Activity:
Give back the lines of the records exactly, starting at the first and ending at the one with "side. A run".

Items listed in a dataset
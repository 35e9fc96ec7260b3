"""The invented scenarios run by ``qhat demo``, installed as the package ``infer.data_demo``.

This folder holds data only (studies, claims and loci, all fictional); the module exists
so that ``importlib.resources.files("infer.data_demo")`` finds it in every kind of install.
"""
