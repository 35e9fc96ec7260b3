"""Run emcee ensembles until the posterior is converged.

Several ensembles are started independently (from different prior draws) and run side by
side. A run has three phases:

1. **Exploration.** Differential-evolution and stretch moves from the starting points, in
   blocks of ``first_block`` steps. After each block, walkers whose best recent log
   density lies more than :func:`stuck_threshold` below their ensemble's median are moved
   onto typical walkers of the same ensemble (a stuck walker averaged into the draws puts
   a far tail where the posterior has none).
2. **Adaptation.** Each ensemble fits a mixture density to its own recent draws
   (``infer.inference.proposal``) and samples with an independence proposal from it
   (mixed with differential evolution), ``adapt_rounds`` times; the mixture follows a
   curved ridge, which the affine-invariant moves cross slowly. These steps are discarded.
3. **Sampling**, with the mixtures fixed (so the chain is a valid Markov chain), checked
   after each block on the whole chain of this phase. The run stops when, for every free
   parameter,

   - the bulk effective sample size over all ensembles is at least ``target_ess``,
   - split R-hat across ensembles (each ensemble one chain, its walkers laid end to end,
     split in half) is below ``max_r_hat``,
   - the chain is longer than ``tau_multiple`` integrated autocorrelation times
     (Foreman-Mackey et al. 2013, PASP 125:306: "about 50 autocorrelation times"),
   - the autocorrelation time moved by at most ``tau_stability`` (relative) since the
     previous check (a short chain underestimates it), and
   - no walker is stuck (a stuck walker restarts the phase, at most twice).

Walkers of one ensemble are not independent chains (LIBRARIES.md: treating them as chains
inflates R-hat), so a chain is one ensemble: its walkers' kept draws laid end to end
(walker-major), where the lag structure of the sequence is that of a single walker. The
effective sample sizes and R-hat are computed on exactly these (ensemble, draw) arrays,
the layout of ``SamplingRun.z`` and of posterior.nc, so arviz gives the same numbers from
the file. No move passes information between ensembles.

The first ``ceil(burn_in_taus * tau_max)`` steps of the sampling phase are discarded as
well; the kept draws are thinned by ``max(1, floor(tau_min / 2))`` steps.
"""

from __future__ import annotations

import math
import time
from collections.abc import Callable
from dataclasses import dataclass, field

import numpy as np

from infer.inference import diagnostics

__all__ = ["SamplerSettings", "SamplingRun", "run_to_convergence"]
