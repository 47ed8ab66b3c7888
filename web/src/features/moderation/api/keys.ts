/** Moderation of one sitting; release pages read the same sitting's results, so they share a root. */
export const moderationKey = (sittingId: string) => ['moderation', sittingId] as const;
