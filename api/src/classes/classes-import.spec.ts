import { randomUUID } from 'node:crypto';
import { readdirSync, readFileSync } from 'node:fs';
import { mkdtemp, rm } from 'node:fs/promises';
import { tmpdir } from 'node:os';
import { join, resolve } from 'node:path';
import { fileURLToPath } from 'node:url';
import { afterAll, beforeAll, beforeEach, describe, expect, it } from 'vitest';
import { parse } from 'csv-parse/sync';
import { createTestApp, signIn, type TestApp } from '../../test/support/test-app.js';
import { startMailCatcher, type RunningMailCatcher } from '../mail-catcher/catcher.js';
import { UPLOAD_TEMP_PREFIX } from './import/csv-upload.interceptor.js';
import {
  clearCaughtMail,
  listCaughtMail,
  waitForCaughtMail,
  type CaughtMail,
} from '../mail-catcher/mailbox.js';

const SAMPLES = resolve(fileURLToPath(import.meta.url), '../../../../seed-data/class-lists');
const sample = (name: string): Buffer => readFileSync(join(SAMPLES, name));
const HEADER =
  'Pupil number,Given name,Family name,Student e-mail,Date of birth,Guardian name,Guardian e-mail,Grade,Class code';
const auth = (token: string) => ({ Authorization: `Bearer ${token}` });
const linkIn = (mail: CaughtMail): string => {
  const m = /#token=([A-Za-z0-9_-]{43})/.exec(mail.text);
  if (!m) throw new Error(`no link in ${mail.subject}`);
  return m[1]!;
};
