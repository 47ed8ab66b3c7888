import { useMutation, useQueryClient } from '@tanstack/react-query';
import type { ModerationView, ThirdMarkerInput } from '@stavemark/shared';
import { apiRequest } from '@/lib/api-client';
import { moderationKey } from './keys';

export function sendToThird({
  slotId,
  input,
}: {
  slotId: string;
  input: ThirdMarkerInput;
}): Promise<ModerationView> {
  return apiRequest<ModerationView>(
    `/moderation/slots/${encodeURIComponent(slotId)}/third-marker`,
    { method: 'POST', body: input },
  );
}

export function useSendToThird(sittingId: string) {
  const queryClient = useQueryClient();
  return useMutation({
    mutationFn: sendToThird,
    meta: { inlineErrors: true },
    onSuccess: (view) => queryClient.setQueryData(moderationKey(sittingId), view),
  });
}
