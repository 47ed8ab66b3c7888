import { queryOptions, useQuery } from '@tanstack/react-query';
import type { ModerationView } from '@stavemark/shared';
import { apiRequest } from '@/lib/api-client';
import { moderationKey } from './keys';

export function getModeration(sittingId: string, signal?: AbortSignal): Promise<ModerationView> {
  return apiRequest<ModerationView>(`/sittings/${encodeURIComponent(sittingId)}/moderation`, {
    signal,
  });
}

export const moderationQueryOptions = (sittingId: string) =>
  queryOptions({
    queryKey: moderationKey(sittingId),
    queryFn: ({ signal }) => getModeration(sittingId, signal),
  });

export function useModeration(sittingId: string) {
  return useQuery(moderationQueryOptions(sittingId));
}
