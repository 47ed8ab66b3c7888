import { useMutation, useQueryClient } from '@tanstack/react-query';
import type { AgreeMarksInput, ModerationView } from '@stavemark/shared';
import { apiRequest } from '@/lib/api-client';
import { moderationKey } from './keys';

export function agreeMarks({
  slotId,
  input,
}: {
  slotId: string;
  input: AgreeMarksInput;
}): Promise<ModerationView> {
  return apiRequest<ModerationView>(`/moderation/slots/${encodeURIComponent(slotId)}/agree`, {
    method: 'POST',
    body: input,
  });
}

export function useAgreeMarks(sittingId: string) {
  const queryClient = useQueryClient();
  return useMutation({
    mutationFn: agreeMarks,
    meta: { inlineErrors: true },
    onSuccess: (view) => queryClient.setQueryData(moderationKey(sittingId), view),
  });
}
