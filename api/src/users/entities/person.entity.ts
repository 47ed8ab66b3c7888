import { Check, Column, CreateDateColumn, Entity, OneToMany, PrimaryGeneratedColumn, type Relation } from 'typeorm';
import type { NoteNameConvention } from '@stavemark/shared';
import { Membership } from './membership.entity.js';

/** One human with one sign-in, possibly a member of several organisations. Not org-owned. */
@Entity('people')
@Check('people_email_lower', `email = lower(email)`)
@Check('people_note_names', `note_names IN ('british', 'american')`)
export class Person {
  @PrimaryGeneratedColumn('uuid')
  id: string;

  /** Stored lower-case; unique across the whole product. */
  @Column({ type: 'text', unique: true })
  email: string;

  /** Null until the person sets a password through an invitation. */
  @Column({ type: 'text', nullable: true, select: false })
  passwordHash: string | null;

  /** Bumped on deactivation or password change: every older token stops working. */
  @Column({ type: 'integer', default: 0 })
  tokenVersion: number;

  @Column({ type: 'text' })
  displayName: string;

  @Column({ type: 'text', default: 'british' })
  noteNames: NoteNameConvention;

  @CreateDateColumn({ type: 'timestamptz' })
  createdAt: Date;

  @Column({ type: 'timestamptz', nullable: true })
  lastSignInAt: Date | null;

  @OneToMany(() => Membership, (m) => m.person)
  memberships?: Relation<Membership[]>;
}
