import { Check, Column, CreateDateColumn, Entity, Index, JoinColumn, ManyToOne, PrimaryGeneratedColumn, type Relation } from 'typeorm';
import type { Role } from '@stavemark/shared';
import type { OrgOwned } from '../../common/org-owned.js';
import { Organisation } from '../../organisations/entities/organisation.entity.js';
import { Person } from './person.entity.js';

/** A person's place in one organisation, with the roles they hold there. */
@Entity('memberships')
@Check('memberships_roles', `cardinality(roles) > 0 AND roles <@ ARRAY['admin', 'teacher', 'examiner', 'student']::text[]`)
@Index(['organisationId', 'personId'], { unique: true })
export class Membership implements OrgOwned {
  @PrimaryGeneratedColumn('uuid')
  id: string;

  @Column({ type: 'uuid' })
  organisationId: string;

  @ManyToOne(() => Organisation, { onDelete: 'CASCADE' })
  @JoinColumn({ name: 'organisation_id' })
  organisation?: Relation<Organisation>;

  @Index()
  @Column({ type: 'uuid' })
  personId: string;

  @ManyToOne(() => Person, (p) => p.memberships, { onDelete: 'CASCADE' })
  @JoinColumn({ name: 'person_id' })
  person?: Relation<Person>;

  @Column({ type: 'text', array: true })
  roles: Role[];

  @Column({ type: 'boolean', default: true })
  active: boolean;

  @CreateDateColumn({ type: 'timestamptz' })
  createdAt: Date;
}
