import { Router, type RequestHandler } from 'express';
import { OrganisationProfileUpdate } from '@kerfmark/contracts';
import { parse } from '../lib/parse';
import { allow } from '../middleware/allow';
import type { Services } from '../services';

/** The caller's own organisation: every member reads its profile, the admins keep it. */
export function organisationRoutes(services: Services, requireAuth: RequestHandler): Router {
  const router = Router();
  router.use(requireAuth);

  router.get('/profile', async (req, res) => {
    res.json(await services.organisation.profile(req.user!));
  });

  router.patch('/profile', allow({ roles: ['admin'] }), async (req, res) => {
    res.json(await services.organisation.updateProfile(req.user!, parse(OrganisationProfileUpdate, req.body)));
  });

  return router;
}
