import { Router, type RequestHandler } from 'express';
import { DieRunInput, LibraryDieUpdate } from '@kerfmark/contracts';
import { parse, parseId } from '../lib/parse';
import { allow } from '../middleware/allow';
import type { Services } from '../services';

/** The die library: a printer's own dies in storage, and die shops' listed stock dies. */
export function libraryRoutes(services: Services, requireAuth: RequestHandler): Router {
  const router = Router();
  const id = (value: unknown) => parseId(value, 'That die');

  router.get('/library', requireAuth, async (req, res) => {
    res.json(await services.library.list(req.user!));
  });
  router.get('/library/:id', requireAuth, async (req, res) => {
    res.json(await services.library.get(req.user!, id(req.params.id)));
  });
  router.patch('/library/:id', requireAuth, async (req, res) => {
    res.json(await services.library.update(req.user!, id(req.params.id), parse(LibraryDieUpdate, req.body)));
  });
  router.post('/library/:id/runs', requireAuth, allow({ kind: 'printer' }), async (req, res) => {
    res.status(201).json(await services.library.addRun(req.user!, id(req.params.id), parse(DieRunInput, req.body)));
  });
  router.get('/requests/:id/library-matches', requireAuth, allow({ kind: 'printer' }), async (req, res) => {
    res.json(await services.library.matchesFor(req.user!, parseId(req.params.id, 'That die request')));
  });
  return router;
}
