import { Router, type RequestHandler } from 'express';
import { ReceiveInput, ShipInput } from '@kerfmark/contracts';
import { parse, parseId } from '../lib/parse';
import { allow } from '../middleware/allow';
import type { Services } from '../services';

/** The die's way back to the printer: the shop starts production and ships, the printer receives. */
export function fulfilmentRoutes(services: Services, requireAuth: RequestHandler): Router {
  const router = Router();
  const shop = [requireAuth, allow({ kind: 'die_shop' })];
  const printer = [requireAuth, allow({ kind: 'printer' })];
  const requestId = (value: unknown) => parseId(value, 'That die request');

  router.post('/requests/:id/start-production', ...shop, async (req, res) => {
    res.json(await services.fulfilment.startProduction(req.user!, requestId(req.params.id)));
  });
  router.post('/requests/:id/ship', ...shop, async (req, res) => {
    const { trackingNote } = parse(ShipInput, req.body);
    res.json(await services.fulfilment.ship(req.user!, requestId(req.params.id), trackingNote));
  });
  router.post('/requests/:id/receive', ...printer, async (req, res) => {
    res.json(await services.fulfilment.receive(req.user!, requestId(req.params.id), parse(ReceiveInput, req.body)));
  });

  return router;
}
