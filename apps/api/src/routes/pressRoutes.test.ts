import request from 'supertest';
import { describe, expect, it } from 'vitest';
import { AuditEntry } from '../models';
import { app, createWorld, unique } from '../test/harness';

// Common practice: a small die-cutting press takes sheets up to about 22 × 30 in and runs about
// 2,000 to 5,000 sheets an hour, up to about 7,800 on a fast one.
const platen = () => ({
  name: `Platen ${unique()}`,
  kind: 'platen',
  maxSheetWidthIn: 22,
  maxSheetLengthIn: 30,
  typicalSpeedSph: 5000,
  maxSpeedSph: 7800,
});

describe('presses', () => {
  it('creates, lists and edits a press, with an audit entry for each change', async () => {
    const { tokens, users } = await createWorld();
    const auth = { Authorization: `Bearer ${tokens.printerAdmin}` };
    const created = await request(app).post('/api/presses').set(auth).send(platen());
    expect(created.status).toBe(201);
    expect(created.body).toMatchObject({ kind: 'platen', maxSheetWidthIn: 22, active: true });

    const edited = await request(app)
      .patch(`/api/presses/${created.body.id}`)
      .set(auth)
      .send({ active: false, typicalSpeedSph: 4500 });
    expect(edited.status).toBe(200);
    expect(edited.body).toMatchObject({ active: false, typicalSpeedSph: 4500, maxSpeedSph: 7800 });

    const list = await request(app)
      .get('/api/presses')
      .set({ Authorization: `Bearer ${tokens.buyer}` });
    expect(list.body.map((p: { id: number }) => p.id)).toContain(created.body.id);

    const audit = await AuditEntry.query().where({ entity: 'press', entityId: created.body.id }).orderBy('id');
    expect(audit.map((a) => [a.action, a.actorUserId])).toEqual([
      ['created', users.printerAdmin.id],
      ['updated', users.printerAdmin.id],
    ]);
  });

  it('keeps how the press runs: shifts a day, their length and the cutting rule height', async () => {
    const { tokens } = await createWorld();
    const auth = { Authorization: `Bearer ${tokens.printerAdmin}` };
    const created = await request(app).post('/api/presses').set(auth).send(platen());
    // Common practice: one shift of 8 hours, and 0.937 in cutting rule, unless said otherwise.
    expect(created.body).toMatchObject({ shiftsPerDay: 1, shiftHours: 8, cuttingRuleHeightIn: 0.937 });
    const edited = await request(app)
      .patch(`/api/presses/${created.body.id}`)
      .set(auth)
      .send({ shiftsPerDay: 2, shiftHours: 7.5, cuttingRuleHeightIn: 0.918 });
    expect(edited.status, JSON.stringify(edited.body)).toBe(200);
    expect(edited.body).toMatchObject({ shiftsPerDay: 2, shiftHours: 7.5, cuttingRuleHeightIn: 0.918 });
    const height = await request(app)
      .patch(`/api/presses/${created.body.id}`)
      .set(auth)
      .send({ cuttingRuleHeightIn: 0.95 });
    expect(height.status).toBe(400);
    expect(Object.keys(height.body.error.fields)).toEqual(['cuttingRuleHeightIn']);
    // Three shifts of 8.5 hours do not fit a day; checked against the stored shifts too (7.5 h now).
    const day = await request(app)
      .patch(`/api/presses/${created.body.id}`)
      .set(auth)
      .send({ shiftsPerDay: 3, shiftHours: 8.5 });
    expect(day.status).toBe(400);
    expect(Object.keys(day.body.error.fields)).toEqual(['shiftHours']);
    const third = await request(app).patch(`/api/presses/${created.body.id}`).set(auth).send({ shiftsPerDay: 3 });
    expect(third.status).toBe(200);
    const longer = await request(app).patch(`/api/presses/${created.body.id}`).set(auth).send({ shiftHours: 9 });
    expect(longer.status).toBe(400);
    expect(Object.keys(longer.body.error.fields)).toEqual(['shiftHours']);
  });

  it('names every invalid field', async () => {
    const { tokens } = await createWorld();
    const res = await request(app).post('/api/presses').set('Authorization', `Bearer ${tokens.printerAdmin}`).send({
      name: ' ',
      kind: 'laser',
      maxSheetWidthIn: -3,
      maxSheetLengthIn: '30',
      typicalSpeedSph: 4000.5,
      maxSpeedSph: 0,
    });
    expect(res.status).toBe(400);
    expect(Object.keys(res.body.error.fields).sort()).toEqual(
      ['kind', 'maxSheetLengthIn', 'maxSheetWidthIn', 'maxSpeedSph', 'name', 'typicalSpeedSph'].sort(),
    );
    expect(res.body.error.message).toContain('name');
    // A side too small to store to the hundredth of an inch is refused, not saved as 0.
    const tiny = await request(app).post('/api/presses').set('Authorization', `Bearer ${tokens.printerAdmin}`).send({
      name: 'Tiny',
      kind: 'platen',
      maxSheetWidthIn: 1e-300,
      maxSheetLengthIn: 30,
      typicalSpeedSph: 4000,
      maxSpeedSph: 5000,
    });
    expect(tiny.status).toBe(400);
    expect(tiny.body.error.fields.maxSheetWidthIn).toBe('A sheet side is at least 1 in (25.4 mm)');
  });

  it('keeps the typical speed at or below the maximum, on create and on a partial edit', async () => {
    const { tokens } = await createWorld();
    const auth = { Authorization: `Bearer ${tokens.printerAdmin}` };
    const tooFast = await request(app)
      .post('/api/presses')
      .set(auth)
      .send({ ...platen(), typicalSpeedSph: 9000 });
    expect(tooFast.status).toBe(400);
    expect(tooFast.body.error.fields.typicalSpeedSph).toMatch(/maximum/);

    const created = await request(app).post('/api/presses').set(auth).send(platen());
    const edit = await request(app).patch(`/api/presses/${created.body.id}`).set(auth).send({ maxSpeedSph: 3000 });
    expect(edit.status).toBe(400);
    expect(edit.body.error.fields.typicalSpeedSph).toBeTruthy();
  });

  it('refuses a second press of the same name in one organisation', async () => {
    const { tokens } = await createWorld();
    const auth = { Authorization: `Bearer ${tokens.printerAdmin}` };
    const body = platen();
    expect((await request(app).post('/api/presses').set(auth).send(body)).status).toBe(201);
    const again = await request(app).post('/api/presses').set(auth).send(body);
    expect(again.status).toBe(409);
    expect(again.body.error.fields.name).toBeTruthy();
  });

  it('refuses an empty edit', async () => {
    const { tokens } = await createWorld();
    const auth = { Authorization: `Bearer ${tokens.printerAdmin}` };
    const created = await request(app).post('/api/presses').set(auth).send(platen());
    const res = await request(app).patch(`/api/presses/${created.body.id}`).set(auth).send({});
    expect(res.status).toBe(400);
  });
});
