let w: World;
let second: Awaited<ReturnType<typeof createShop>>;

beforeAll(async () => {
  w = await createWorld();
  second = await createShop();
});

async function pastDeadline(requestId: number) {
  await DieRequest.query()
    .patch({ bidDeadline: new Date(Date.now() - 60_000) })
    .findById(requestId);
}

describe('sealed bids', () => {
  it('computes totals on the server, keeps every revision, and lets a shop withdraw until the deadline', async () => {
    const open = await createOpenRequest(w);
    // A total sent by the client is ignored: the server adds the lines (84,500 + 3,500 cents).
    const bid = await request(app)
      .post(`/api/requests/${open.id}/bids`)
      .set(bearer(w.tokens.estimator))
      .send({ ...bidBody(84_500), totalCents: 1 });
    expect(bid.status, JSON.stringify(bid.body)).toBe(201);
    expect(bid.body).toMatchObject({ totalCents: 88_000, revision: 1, status: 'submitted' });
    expect(bid.body.promisedShipDate > new Date().toISOString().slice(0, 10)).toBe(true);

    const again = await request(app)
      .post(`/api/requests/${open.id}/bids`)
      .set(bearer(w.tokens.estimator))
      .send(bidBody(80_000));
    expect(again.status).toBe(409);

    const revised = await request(app)
      .patch(`/api/bids/${bid.body.id}`)
      .set(bearer(w.tokens.estimator))
      .send(bidBody(79_000, { leadDays: 7 }));
    expect(revised.body).toMatchObject({ totalCents: 82_500, revision: 2 });
    const withdrawn = await request(app).post(`/api/bids/${bid.body.id}/withdraw`).set(bearer(w.tokens.estimator));
    expect(withdrawn.body.status).toBe('withdrawn');
    expect(
      withdrawn.body.revisions.map((r: { revision: number; action: string; totalCents: number }) => [
        r.revision,
        r.action,
        r.totalCents,
      ]),
    ).toEqual([
      [1, 'submitted', 88_000],
      [2, 'revised', 82_500],
      [2, 'withdrawn', 82_500],
    ]);
  });

  it('refuses fractions of a cent, a missing die line, and a price that lapses before the deadline', async () => {
    const open = await createOpenRequest(w);
    const post = (body: object) =>
      request(app).post(`/api/requests/${open.id}/bids`).set(bearer(w.tokens.estimator)).send(body);
    const fraction = await post(bidBody(845.5));
    expect(fraction.status).toBe(400);
    expect(fraction.body.error.fields['lines.0.amountCents']).toMatch(/whole cents/);
    const noDie = await post({ ...bidBody(1), lines: [{ kind: 'shipping', amountCents: 100 }] });
    expect(noDie.body.error.fields.lines).toMatch(/price of the die/);
    const lapses = await post(bidBody(1000, { validUntil: inDays(1) }));
    expect(lapses.status).toBe(400);
    expect(lapses.body.error.fields.validUntil).toBeTruthy();
  });

  it('keeps bids from the printer until the deadline, and from other shops always', async () => {
    const open = await createOpenRequest(w);
    const mine = await request(app)
      .post(`/api/requests/${open.id}/bids`)
      .set(bearer(w.tokens.estimator))
      .send(bidBody(90_000));
    const sealed = await request(app).get(`/api/requests/${open.id}/bids`).set(bearer(w.tokens.purchasing));
    expect(sealed.status).toBe(404);
    expect(sealed.body.error.code).toBe('bids_sealed');
    expect(JSON.stringify(sealed.body)).not.toContain('90000');

    // Another shop: no way to read, change or count the first shop's bid.
    expect(
      (await request(app).patch(`/api/bids/${mine.body.id}`).set(bearer(second.token)).send(bidBody(1))).status,
    ).toBe(404);
    expect((await request(app).post(`/api/bids/${mine.body.id}/withdraw`).set(bearer(second.token))).status).toBe(404);
    expect((await request(app).get(`/api/requests/${open.id}/bids`).set(bearer(second.token))).status).toBe(403);
    const seen = await request(app).get(`/api/requests/${open.id}`).set(bearer(second.token));
    expect(seen.body.myBid).toBeNull();
    expect(JSON.stringify(seen.body)).not.toContain('90000');
    // Another printer sees nothing at all.
    const other = await createWorld();
    expect((await request(app).get(`/api/requests/${open.id}/bids`).set(bearer(other.tokens.purchasing))).status).toBe(
      404,
    );
  });

  it('refuses a bid after the deadline with a clear error', async () => {
    const open = await createOpenRequest(w);
    await pastDeadline(open.id);
    const late = await request(app)
      .post(`/api/requests/${open.id}/bids`)
      .set(bearer(w.tokens.estimator))
      .send(bidBody(1000));
    expect(late.status).toBe(409);
    expect(late.body.error.message).toMatch(/Bidding on this request closed at .*(CST|CDT)/);
  });
});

Solution to the exercise:
repository 35e9fc96ec7260b3
"""The invented scenarios run by ``qhat demo``, installed as the package ``infer.data_demo``.

This folder holds data only (studies, claims and loci, all fictional); the module exists
so that ``importlib.resources.files("infer.data_demo")`` finds it in every kind of install.
"""
repository 35e9fc96ec7260b3
"""Run emcee ensembles until the posterior is converged.

Several ensembles are started independently (from different prior draws) and run side by
side. A run has three phases:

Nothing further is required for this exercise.